*** Supplied information Section Begins ***

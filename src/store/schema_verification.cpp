#include "store/schema_verification.hpp"

#include <SQLiteCpp/Statement.h>
#include <fmt/format.h>

#include <map>
#include <string>

#include "store/database.hpp"
#include "store/embedded.hpp"

namespace plumb::store {
namespace {

struct SchemaObject {
  std::string type, table, sql;
};

std::map<std::string, SchemaObject> schema_objects(SQLite::Database& db) {
  // SQLite's own objects (sqlite_sequence, sqlite_stat1, automatic indexes) are not plumb's to compare.
  SQLite::Statement q(db,
                      "SELECT type, name, tbl_name, coalesce(sql, '') FROM sqlite_schema "
                      "WHERE name NOT LIKE 'sqlite_%'");
  std::map<std::string, SchemaObject> out;
  while (q.executeStep())
    out[q.getColumn(1).getString()] = {q.getColumn(0).getString(), q.getColumn(2).getString(),
                                       q.getColumn(3).getString()};
  return out;
}

struct ColumnInfo {
  std::string type, default_value;
  int not_null = 0, key = 0;
  friend bool operator==(const ColumnInfo&, const ColumnInfo&) = default;
};

std::map<std::string, ColumnInfo> column_infos(SQLite::Database& db, const std::string& table) {
  SQLite::Statement q(db, "SELECT name, type, \"notnull\", coalesce(dflt_value, ''), pk FROM pragma_table_info(?)");
  q.bind(1, table);
  std::map<std::string, ColumnInfo> out;
  while (q.executeStep())
    out[q.getColumn(0).getString()] = {q.getColumn(1).getString(), q.getColumn(3).getString(), q.getColumn(2).getInt(),
                                       q.getColumn(4).getInt()};
  return out;
}

int leading_number(std::string_view name) {
  int n = 0;
  for (char c : name) {
    if (c < '0' || c > '9') break;
    n = n * 10 + (c - '0');
  }
  return n;
}

AuditProblem schema_problem(const std::string& table, std::string message) {
  AuditProblem p;
  p.kind = AuditProblem::Kind::schema;
  p.table = table;
  p.message = std::move(message);
  return p;
}

std::string object_text(const std::string& type, const std::string& name, const std::string& table) {
  return type == "table" ? fmt::format("table {}", name) : fmt::format("{} {} (on table {})", type, name, table);
}

void compare_columns(SQLite::Database& expected_db, SQLite::Database& db, const std::string& table,
                     std::vector<AuditProblem>& out) {
  const auto expected = column_infos(expected_db, table);
  const auto actual = column_infos(db, table);
  bool named = false;
  for (const auto& [name, info] : actual) {
    const auto e = expected.find(name);
    if (e == expected.end()) {
      out.push_back(schema_problem(table, fmt::format("column {}.{} ({}) is not created by plumb's migrations: it was "
                                                      "added outside plumb.",
                                                      table, name, info.type.empty() ? "no type" : info.type)));
      named = true;
    } else if (!(e->second == info)) {
      out.push_back(schema_problem(
          table, fmt::format("column {}.{} is declared differently from what plumb's migrations create ({} instead "
                             "of {}): it was changed outside plumb.",
                             table, name, info.type, e->second.type)));
      named = true;
    }
  }
  for (const auto& [name, info] : expected)
    if (!actual.count(name)) {
      out.push_back(
          schema_problem(table, fmt::format("column {}.{} is missing: it was dropped outside plumb.", table, name)));
      named = true;
    }
  if (!named)
    out.push_back(schema_problem(table, fmt::format("table {} is defined differently from what plumb's migrations "
                                                    "create (its constraints were changed outside plumb).",
                                                    table)));
}

}  // namespace

std::vector<AuditProblem> verify_schema(SQLite::Database& db, std::int64_t& objects) {
  const int version = db.execAndGet("PRAGMA user_version").getInt();
  SQLite::Database expected_db(":memory:", SQLite::OPEN_READWRITE | SQLite::OPEN_CREATE);
  register_natural_collation(expected_db);
  for (const auto& m : embedded::migrations())
    if (leading_number(m.name) <= version) expected_db.exec(std::string(m.sql));

  const auto expected = schema_objects(expected_db);
  const auto actual = schema_objects(db);
  objects = static_cast<std::int64_t>(actual.size());
  std::vector<AuditProblem> out;
  for (const auto& [name, e] : expected) {
    const auto a = actual.find(name);
    if (a == actual.end()) {
      out.push_back(schema_problem(
          e.table, fmt::format("{} is missing: it was dropped outside plumb.", object_text(e.type, name, e.table))));
    } else if (a->second.type != e.type || a->second.table != e.table) {
      out.push_back(schema_problem(
          e.table, fmt::format("{} is now {}: it was replaced outside plumb.", object_text(e.type, name, e.table),
                               object_text(a->second.type, name, a->second.table))));
    } else if (a->second.sql != e.sql) {
      if (e.type == "table")
        compare_columns(expected_db, db, name, out);
      else
        out.push_back(schema_problem(e.table, fmt::format("{} differs from what plumb's migrations create: it was "
                                                          "replaced outside plumb.",
                                                          object_text(e.type, name, e.table))));
    }
  }
  for (const auto& [name, a] : actual)
    if (!expected.count(name))
      out.push_back(schema_problem(a.table, fmt::format("{} is not created by plumb's migrations: it was added outside "
                                                        "plumb.",
                                                        object_text(a.type, name, a.table))));
  return out;
}

}  // namespace plumb::store
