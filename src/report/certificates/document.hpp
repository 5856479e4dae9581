#pragma once
// A stored certificate (its JSON document) as a Document for the PDF renderer. The parts every
// certificate has (lab header, number and status, instrument, verdict, decision rule, signatures,
// caution, content hash) are built here; the sections in between come from the certificate's kind.
//
// To add a kind (balance calibration, pipette ...): write `void NAME_sections(const json&, Document&)`
// in its own certificate_<kind>.cpp and add one line to certificate_sections() in certificate_document.cpp.
// A kind without sections still renders: its check results are listed as key-value pairs.
#include <functional>
#include <map>
#include <nlohmann/json.hpp>
#include <string>

#include "report/document/document.hpp"

namespace plumb::report {

using CertificateSections = std::function<void(const nlohmann::json& certificate, Document& doc)>;

/// Kind -> the sections between the instrument and the verdict.
const std::map<std::string, CertificateSections>& certificate_sections();

Document certificate_document(const nlohmann::json& certificate, const std::string& content_sha256);

// Section builders of the kinds plumb issues, and helpers they share.
void balance_check_sections(const nlohmann::json& certificate, Document& doc);
void balance_calibration_sections(const nlohmann::json& certificate, Document& doc);
void pipette_check_sections(const nlohmann::json& certificate, Document& doc);
/// The recent history chart stored with a certificate ("history"), if any.
void history_chart_section(const nlohmann::json& certificate, Document& doc);
/// A JSON value as certificate text: strings as they are, numbers with up to `significant` digits, "-" for null.
std::string cell(const nlohmann::json& j, const char* key, int significant = 6);

}  // namespace plumb::report
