#include "store/signature_check.hpp"

#include <fmt/format.h>

#include "store/signatures.hpp"

namespace plumb::store {

std::vector<AuditProblem> signature_problems(SQLite::Database& db) {
  std::vector<AuditProblem> out;
  // A database from before user accounts has no signatures table.
  if (!db.tableExists("signatures")) return out;
  for (const auto& s : all_signatures(db)) {
    const auto content = signed_content(db, s.table_name, s.row_key);
    const std::string who = fmt::format("signature {} ({}, {}, \"{}\")", s.id, s.printed_name, s.signed_at, s.meaning);
    if (!content) {
      out.push_back({AuditProblem::Kind::signature_mismatch, 0, "signatures", fmt::format("id={}", s.id), "",
                     s.signed_at,
                     fmt::format("{} names {} {}, which no audit record describes: the signature was moved or its "
                                 "record removed.",
                                 who, s.table_name, s.row_key)});
    } else if (sha256_hex(*content) != s.signed_sha256) {
      out.push_back({AuditProblem::Kind::signature_mismatch, 0, "signatures", fmt::format("id={}", s.id), "",
                     s.signed_at,
                     fmt::format("{} no longer matches {} {}: its signed SHA-256 is {}... but that record's content "
                                 "hashes to {}...; the signature was moved or what was signed was changed.",
                                 who, s.table_name, s.row_key, s.signed_sha256.substr(0, 16),
                                 sha256_hex(*content).substr(0, 16))});
    }
  }
  return out;
}

}  // namespace plumb::store
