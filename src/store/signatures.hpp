#pragma once
// Electronic signatures (21 CFR Part 11 11.50, 11.70): a signature names one record by table and key and holds
// the SHA-256 of exactly what was signed, that record's content as its audit record holds it (after_json). So a
// signature moved to another record, or a record changed after it was signed, no longer matches
// (store/signature_check.hpp).
#include <SQLiteCpp/Database.h>

#include <cstdint>
#include <optional>
#include <string>
#include <vector>

#include "store/recorder.hpp"

namespace plumb::store {

struct SignatureRecord {
  std::int64_t id = 0;
  std::int64_t user_id = 0;
  std::string printed_name;
  std::string signed_at;  ///< UTC
  std::string meaning;
  std::string table_name;
  std::string row_key;
  std::string signed_sha256;
};

/// What a signature of `table` `row_key` signs: the content its audit record holds; none when no audit record
/// describes that row.
std::optional<std::string> signed_content(SQLite::Database& db, const std::string& table, const std::string& row_key);

/// Signs the record `table` `row_key` (written earlier in this transaction or before) as the recorder's user with
/// `meaning`. StorageError when the record is not in the trail or the recorder has no user.
SignatureRecord add_signature(Recorder& rec, SQLite::Database& db, const std::string& table, const std::string& row_key,
                              const std::string& meaning);

/// The signatures of one record, in order.
std::vector<SignatureRecord> signatures_of(SQLite::Database& db, const std::string& table, const std::string& row_key);
/// Every signature, in order.
std::vector<SignatureRecord> all_signatures(SQLite::Database& db);

}  // namespace plumb::store
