#include "store/canonical_json.hpp"

#include <fmt/format.h>

#include <array>

#include <nlohmann/json.hpp>

namespace plumb::store {

namespace {

/// Per byte: 0 copied as is, 1 escaped with a backslash ('"', '\\'), 2 anything else (control characters,
/// bytes of UTF-8 sequences), which is left to nlohmann.
constexpr std::array<unsigned char, 256> escape_class = [] {
  std::array<unsigned char, 256> c{};
  for (std::size_t b = 0; b < 256; ++b) c[b] = (b < 0x20 || b >= 0x7f) ? 2 : 0;
  c['"'] = c['\\'] = 1;
  return c;
}();

}  // namespace

void append_json_string(std::string& out, std::string_view text) {
  // The common case, printable ASCII, is written with '"' and '\\' escaped in one branch-free pass over a
  // buffer of the largest size it can need (a backslash is written before every character and kept only
  // where it belongs); anything else (control characters, UTF-8) goes through nlohmann's own serializer so
  // that both always agree. Audit records escape a kilobyte of JSON per check run, a quote every few bytes.
  const std::size_t start = out.size();
  out.resize(start + 2 * text.size() + 2);
  char* p = out.data() + start;
  *p++ = '"';
  for (const char c : text) {
    const unsigned char kind = escape_class[static_cast<unsigned char>(c)];
    if (kind == 2) {
      out.resize(start);
      out += nlohmann::json(std::string(text)).dump();
      return;
    }
    *p = '\\';
    p += kind;
    *p++ = c;
  }
  *p++ = '"';
  out.resize(static_cast<std::size_t>(p - out.data()));
}

void append_json_integer(std::string& out, std::int64_t value) {
  const fmt::format_int digits(value);
  out.append(digits.data(), digits.size());
}

void append_json_value(std::string& out, const Value& value) {
  switch (value.kind()) {
    case Value::Kind::null: out += "null"; break;
    case Value::Kind::integer: append_json_integer(out, value.integer()); break;
    case Value::Kind::text: append_json_string(out, value.text()); break;
  }
}

}  // namespace plumb::store
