#include "store/raw_statement.hpp"

#include <fmt/format.h>

#include "core/errors.hpp"

namespace plumb::store {

RawStatement::RawStatement(SQLite::Database& db, const std::string& sql) : db_(db.getHandle()) {
  if (sqlite3_prepare_v2(db_, sql.c_str(), static_cast<int>(sql.size()), &stmt_, nullptr) != SQLITE_OK) {
    const std::string message = sqlite3_errmsg(db_);
    sqlite3_finalize(stmt_);
    throw StorageError(fmt::format("the database cannot be read ({}).", message));
  }
}

RawStatement::~RawStatement() {
  sqlite3_finalize(stmt_);
}

bool RawStatement::step() {
  const int rc = sqlite3_step(stmt_);
  if (rc == SQLITE_ROW) return true;
  if (rc == SQLITE_DONE) return false;
  throw StorageError(fmt::format("the database cannot be read ({}).", sqlite3_errmsg(db_)));
}

void RawStatement::reset() {
  sqlite3_reset(stmt_);
  sqlite3_clear_bindings(stmt_);
}

std::string_view column_text(sqlite3_stmt* q, int i) {
  const auto* p = reinterpret_cast<const char*>(sqlite3_column_text(q, i));
  return p ? std::string_view(p, static_cast<std::size_t>(sqlite3_column_bytes(q, i))) : std::string_view();
}

}  // namespace plumb::store
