#pragma once
// A balance's data-output settings (migration 010): how plumb reaches the port and reads its lines. A change
// is a new row; the latest is in force.
#include <SQLiteCpp/Database.h>

#include <cstdint>
#include <optional>
#include <string>
#include <vector>

#include "core/units.hpp"
#include "store/recorder.hpp"

namespace plumb::store {

struct BalancePort {
  std::int64_t id = 0;
  std::string balance_id;
  std::string device;
  int baud = 9600;
  std::string parity = "none";  ///< none | even | odd | mark | space
  int data_bits = 8;
  int stop_bits = 1;
  std::string handshake = "none";  ///< none | rts-cts | dtr-dsr | xon-xoff
  std::optional<std::string> send_command;
  std::optional<std::string> line_pattern;
  MassUnit unit = MassUnit::g;
  std::string reason;
  std::string created_at, created_by;
};

std::int64_t add_balance_port(Recorder& rec, const BalancePort& port);
/// The settings in force: the latest row.
std::optional<BalancePort> current_balance_port(SQLite::Database& db, const std::string& balance_id);
/// Every row, oldest first.
std::vector<BalancePort> balance_port_history(SQLite::Database& db, const std::string& balance_id);

}  // namespace plumb::store
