#pragma once
// Who may read the files plumb creates for a lab's records (the database and its folders, backups, safety copies,
// the lab's key, certificates and reports): their owner only, or also the members of one group the lab names in
// PLUMB_GROUP (a lab where several operating-system accounts write the same database). A session token stays its
// owner's alone whatever the group: it stands for one person.
#include <sys/types.h>

#include <optional>

namespace plumb::store {

/// The lab's group: the group named by PLUMB_GROUP, or none when it is unset or empty. InputError when it names
/// no group of this system. Read once per process.
std::optional<gid_t> lab_group();

/// Sets the process's umask from the lab's group: 077 (owner only) without one, 007 (owner and group) with one.
/// InputError as lab_group().
void apply_lab_file_access();

/// The mode of a new record file: 0600, or 0660 with a lab group.
mode_t record_file_mode();
/// The mode of a new folder for records: 0700, or 02770 with a lab group (set-group-ID, so that the files SQLite
/// creates beside the database, its -wal and -shm, belong to the group too).
mode_t record_folder_mode();

/// Gives the open file or the folder `path` to the lab's group, when there is one (a no-op otherwise). StorageError
/// when the system refuses (the user is not a member of the group).
void give_to_lab_group(int fd, const char* path);

}  // namespace plumb::store
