#pragma once
// The lab's Ed25519 signing key, kept in a file outside the database, which signs the trail's checkpoints (OpenSSL 3
// EVP). Whoever holds the database but not this file cannot sign a rewritten trail.
#include <filesystem>
#include <memory>
#include <string>
#include <string_view>

struct evp_pkey_st;

namespace plumb::store {

/// Where the key of the database at `db` lives: $PLUMB_KEY when set, else beside the database as DB.key.
std::filesystem::path key_path_for(const std::filesystem::path& db);
/// Where its public key is exported: KEY with .key replaced by .pub (lab.db.key -> lab.db.pub), else KEY.pub.
std::filesystem::path public_key_path_for(const std::filesystem::path& key);

class LabKey {
 public:
  /// A new random key.
  static LabKey generate();
  /// Reads a PEM private key; InputError (one sentence naming the file) when missing or not an Ed25519 key.
  static LabKey load(const std::filesystem::path& file);

  /// Writes the private key (PKCS#8 PEM, created exclusively with mode 0600) and the public key (PEM, 0600).
  /// InputError when either file exists already.
  void save(const std::filesystem::path& key_file, const std::filesystem::path& public_file) const;

  /// Ed25519 signature of `message`, 128 hex digits.
  [[nodiscard]] std::string sign(std::string_view message) const;
  /// The raw public key, 64 hex digits (as checkpoints record it).
  [[nodiscard]] std::string public_hex() const;
  [[nodiscard]] std::string public_pem() const;

 private:
  explicit LabKey(evp_pkey_st* key);
  std::shared_ptr<evp_pkey_st> key_;
};

/// Reads an Ed25519 public key in PEM and returns it as 64 hex digits; InputError naming the file otherwise.
std::string read_public_key_file(const std::filesystem::path& file, const std::string& option);
/// Whether `signature_hex` is a valid Ed25519 signature of `message` by `public_hex`.
bool signature_valid(const std::string& public_hex, std::string_view message, const std::string& signature_hex);
/// The first 16 hex digits of SHA-256 of the raw public key: how plumb names a key to a person.
std::string key_fingerprint(const std::string& public_hex);

}  // namespace plumb::store
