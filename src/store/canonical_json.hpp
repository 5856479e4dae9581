#pragma once
// Writing JSON text by hand, byte for byte as nlohmann::json::dump() writes it: the audit trail hashes
// the canonical JSON of each record, and a batch import writes hundreds of thousands of records, where
// building an nlohmann::json object per row would cost more than storing it.
#include <cstdint>
#include <string>
#include <string_view>

#include "store/row.hpp"

namespace plumb::store {

/// Appends `text` as a JSON string literal, exactly as nlohmann::json::dump() escapes it (a text that is
/// not valid UTF-8 is refused the same way).
void append_json_string(std::string& out, std::string_view text);
/// Appends an integer in decimal.
void append_json_integer(std::string& out, std::int64_t value);
/// Appends an integer, a string literal or null.
void append_json_value(std::string& out, const Value& value);

}  // namespace plumb::store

*** Supplied information Section Ends ***

**What you will do:**
Please copy out each line of the material that holds the string "control".

**Result of the exercise:**
/// Per byte: 0 copied as is, 1 escaped with a backslash ('"', '\\'), 2 anything else (control characters,
  // where it belongs); anything else (control characters, UTF-8) goes through nlohmann's own serializer so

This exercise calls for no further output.